(Task brief) Wherever "boolean" appears in a line of the records below, count that line, and report only the number.

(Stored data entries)
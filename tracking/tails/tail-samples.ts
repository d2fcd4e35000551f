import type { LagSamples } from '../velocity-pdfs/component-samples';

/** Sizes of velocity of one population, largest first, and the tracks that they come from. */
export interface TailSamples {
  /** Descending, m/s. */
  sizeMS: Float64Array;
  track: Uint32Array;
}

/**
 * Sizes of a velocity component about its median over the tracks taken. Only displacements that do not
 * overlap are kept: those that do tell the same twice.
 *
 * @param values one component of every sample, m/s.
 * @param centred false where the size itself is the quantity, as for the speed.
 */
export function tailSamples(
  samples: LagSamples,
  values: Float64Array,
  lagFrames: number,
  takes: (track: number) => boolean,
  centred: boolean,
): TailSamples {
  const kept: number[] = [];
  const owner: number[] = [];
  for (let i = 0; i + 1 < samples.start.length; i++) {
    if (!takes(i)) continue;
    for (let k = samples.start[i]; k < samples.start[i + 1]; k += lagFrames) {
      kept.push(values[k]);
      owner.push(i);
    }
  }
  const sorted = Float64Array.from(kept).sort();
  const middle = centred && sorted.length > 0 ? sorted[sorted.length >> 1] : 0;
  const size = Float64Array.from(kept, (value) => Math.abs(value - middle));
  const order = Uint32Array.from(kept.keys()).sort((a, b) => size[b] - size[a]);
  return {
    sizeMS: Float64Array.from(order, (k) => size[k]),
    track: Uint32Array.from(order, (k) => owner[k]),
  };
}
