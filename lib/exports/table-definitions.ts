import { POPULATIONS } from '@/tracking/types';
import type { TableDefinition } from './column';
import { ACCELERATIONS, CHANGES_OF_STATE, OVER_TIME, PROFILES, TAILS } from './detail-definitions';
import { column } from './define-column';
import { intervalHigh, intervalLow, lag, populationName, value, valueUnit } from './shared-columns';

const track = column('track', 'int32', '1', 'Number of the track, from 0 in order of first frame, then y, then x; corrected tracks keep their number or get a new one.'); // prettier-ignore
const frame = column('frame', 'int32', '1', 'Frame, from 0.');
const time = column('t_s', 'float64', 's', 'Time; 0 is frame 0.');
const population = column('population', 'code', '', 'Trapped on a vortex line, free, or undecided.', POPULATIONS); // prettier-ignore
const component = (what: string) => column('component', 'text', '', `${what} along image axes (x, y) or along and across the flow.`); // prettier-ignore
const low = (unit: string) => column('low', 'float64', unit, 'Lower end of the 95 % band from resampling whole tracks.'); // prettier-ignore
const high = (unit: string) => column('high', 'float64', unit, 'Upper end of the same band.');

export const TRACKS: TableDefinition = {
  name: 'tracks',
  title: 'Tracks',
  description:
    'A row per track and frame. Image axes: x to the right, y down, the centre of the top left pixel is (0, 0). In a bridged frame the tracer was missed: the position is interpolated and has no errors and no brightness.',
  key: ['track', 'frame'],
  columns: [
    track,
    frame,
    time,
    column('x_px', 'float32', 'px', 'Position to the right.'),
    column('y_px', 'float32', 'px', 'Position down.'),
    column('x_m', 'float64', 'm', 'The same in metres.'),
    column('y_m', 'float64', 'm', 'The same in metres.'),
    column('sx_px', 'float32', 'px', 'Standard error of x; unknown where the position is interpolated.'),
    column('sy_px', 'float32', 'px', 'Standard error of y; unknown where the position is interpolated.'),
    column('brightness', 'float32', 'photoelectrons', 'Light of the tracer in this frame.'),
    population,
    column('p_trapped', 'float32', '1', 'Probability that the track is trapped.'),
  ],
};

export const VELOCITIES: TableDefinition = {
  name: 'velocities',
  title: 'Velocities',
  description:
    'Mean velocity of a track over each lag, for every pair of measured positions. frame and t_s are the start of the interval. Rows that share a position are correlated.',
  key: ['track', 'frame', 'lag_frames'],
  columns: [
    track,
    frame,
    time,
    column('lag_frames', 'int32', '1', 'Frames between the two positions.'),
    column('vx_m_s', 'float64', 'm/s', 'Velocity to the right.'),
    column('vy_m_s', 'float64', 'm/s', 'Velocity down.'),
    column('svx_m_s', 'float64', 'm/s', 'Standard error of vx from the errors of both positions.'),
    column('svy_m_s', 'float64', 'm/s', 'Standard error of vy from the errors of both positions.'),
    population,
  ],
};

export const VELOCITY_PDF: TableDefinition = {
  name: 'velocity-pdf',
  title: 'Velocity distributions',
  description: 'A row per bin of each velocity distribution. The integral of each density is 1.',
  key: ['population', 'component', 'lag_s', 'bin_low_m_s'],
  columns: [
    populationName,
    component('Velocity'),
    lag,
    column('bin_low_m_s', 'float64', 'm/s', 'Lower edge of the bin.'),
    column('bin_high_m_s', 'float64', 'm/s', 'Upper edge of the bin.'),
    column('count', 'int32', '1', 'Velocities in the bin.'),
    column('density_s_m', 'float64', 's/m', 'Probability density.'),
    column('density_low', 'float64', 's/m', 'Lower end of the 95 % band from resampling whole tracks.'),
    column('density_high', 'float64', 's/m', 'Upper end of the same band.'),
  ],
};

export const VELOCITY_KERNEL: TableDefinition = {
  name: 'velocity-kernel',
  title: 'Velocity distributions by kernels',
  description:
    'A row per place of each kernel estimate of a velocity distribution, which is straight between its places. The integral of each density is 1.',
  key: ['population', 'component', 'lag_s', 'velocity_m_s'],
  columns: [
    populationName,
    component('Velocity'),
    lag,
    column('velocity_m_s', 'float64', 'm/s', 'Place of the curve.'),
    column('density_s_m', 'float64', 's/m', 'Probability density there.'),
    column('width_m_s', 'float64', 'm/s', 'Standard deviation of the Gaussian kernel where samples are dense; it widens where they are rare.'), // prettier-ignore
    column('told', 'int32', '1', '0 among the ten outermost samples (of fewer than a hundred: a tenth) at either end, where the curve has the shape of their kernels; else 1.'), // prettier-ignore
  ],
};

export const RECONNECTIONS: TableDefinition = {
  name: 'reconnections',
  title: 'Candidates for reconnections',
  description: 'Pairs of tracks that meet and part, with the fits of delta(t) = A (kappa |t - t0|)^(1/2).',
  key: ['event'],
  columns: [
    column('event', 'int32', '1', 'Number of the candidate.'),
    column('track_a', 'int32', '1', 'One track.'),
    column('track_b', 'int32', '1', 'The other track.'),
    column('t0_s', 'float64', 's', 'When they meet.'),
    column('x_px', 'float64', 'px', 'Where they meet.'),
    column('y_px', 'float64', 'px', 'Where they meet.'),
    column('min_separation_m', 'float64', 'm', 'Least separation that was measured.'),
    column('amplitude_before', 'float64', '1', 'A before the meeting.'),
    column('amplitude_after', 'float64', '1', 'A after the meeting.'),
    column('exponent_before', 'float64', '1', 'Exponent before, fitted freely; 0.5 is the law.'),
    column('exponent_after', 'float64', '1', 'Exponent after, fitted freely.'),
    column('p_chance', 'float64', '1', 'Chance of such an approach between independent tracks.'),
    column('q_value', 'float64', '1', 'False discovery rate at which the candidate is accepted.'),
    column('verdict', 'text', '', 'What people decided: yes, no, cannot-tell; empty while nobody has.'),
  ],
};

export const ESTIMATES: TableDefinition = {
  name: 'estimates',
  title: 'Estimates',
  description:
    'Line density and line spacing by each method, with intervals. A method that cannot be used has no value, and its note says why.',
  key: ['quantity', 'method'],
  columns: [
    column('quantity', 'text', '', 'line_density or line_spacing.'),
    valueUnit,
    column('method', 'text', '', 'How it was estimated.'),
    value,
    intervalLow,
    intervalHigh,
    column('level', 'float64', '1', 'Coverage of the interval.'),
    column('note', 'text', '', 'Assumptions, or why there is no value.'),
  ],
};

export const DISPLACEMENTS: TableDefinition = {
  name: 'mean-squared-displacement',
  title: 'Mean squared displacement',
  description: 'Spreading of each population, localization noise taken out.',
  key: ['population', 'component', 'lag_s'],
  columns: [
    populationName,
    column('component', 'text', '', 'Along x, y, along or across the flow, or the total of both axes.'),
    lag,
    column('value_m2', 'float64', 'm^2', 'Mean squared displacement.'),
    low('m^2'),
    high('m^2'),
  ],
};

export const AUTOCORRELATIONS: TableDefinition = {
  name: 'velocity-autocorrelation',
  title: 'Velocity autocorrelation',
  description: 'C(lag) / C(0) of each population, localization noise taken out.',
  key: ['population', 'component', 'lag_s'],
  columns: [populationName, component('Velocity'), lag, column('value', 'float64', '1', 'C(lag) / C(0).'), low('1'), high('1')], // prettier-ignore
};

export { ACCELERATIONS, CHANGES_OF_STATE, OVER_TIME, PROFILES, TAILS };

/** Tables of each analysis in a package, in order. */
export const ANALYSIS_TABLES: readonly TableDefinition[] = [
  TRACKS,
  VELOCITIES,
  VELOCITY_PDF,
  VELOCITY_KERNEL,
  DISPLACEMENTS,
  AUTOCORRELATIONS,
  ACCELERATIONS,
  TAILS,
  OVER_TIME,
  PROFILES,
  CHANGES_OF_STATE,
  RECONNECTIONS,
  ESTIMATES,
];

(Response to the task) 2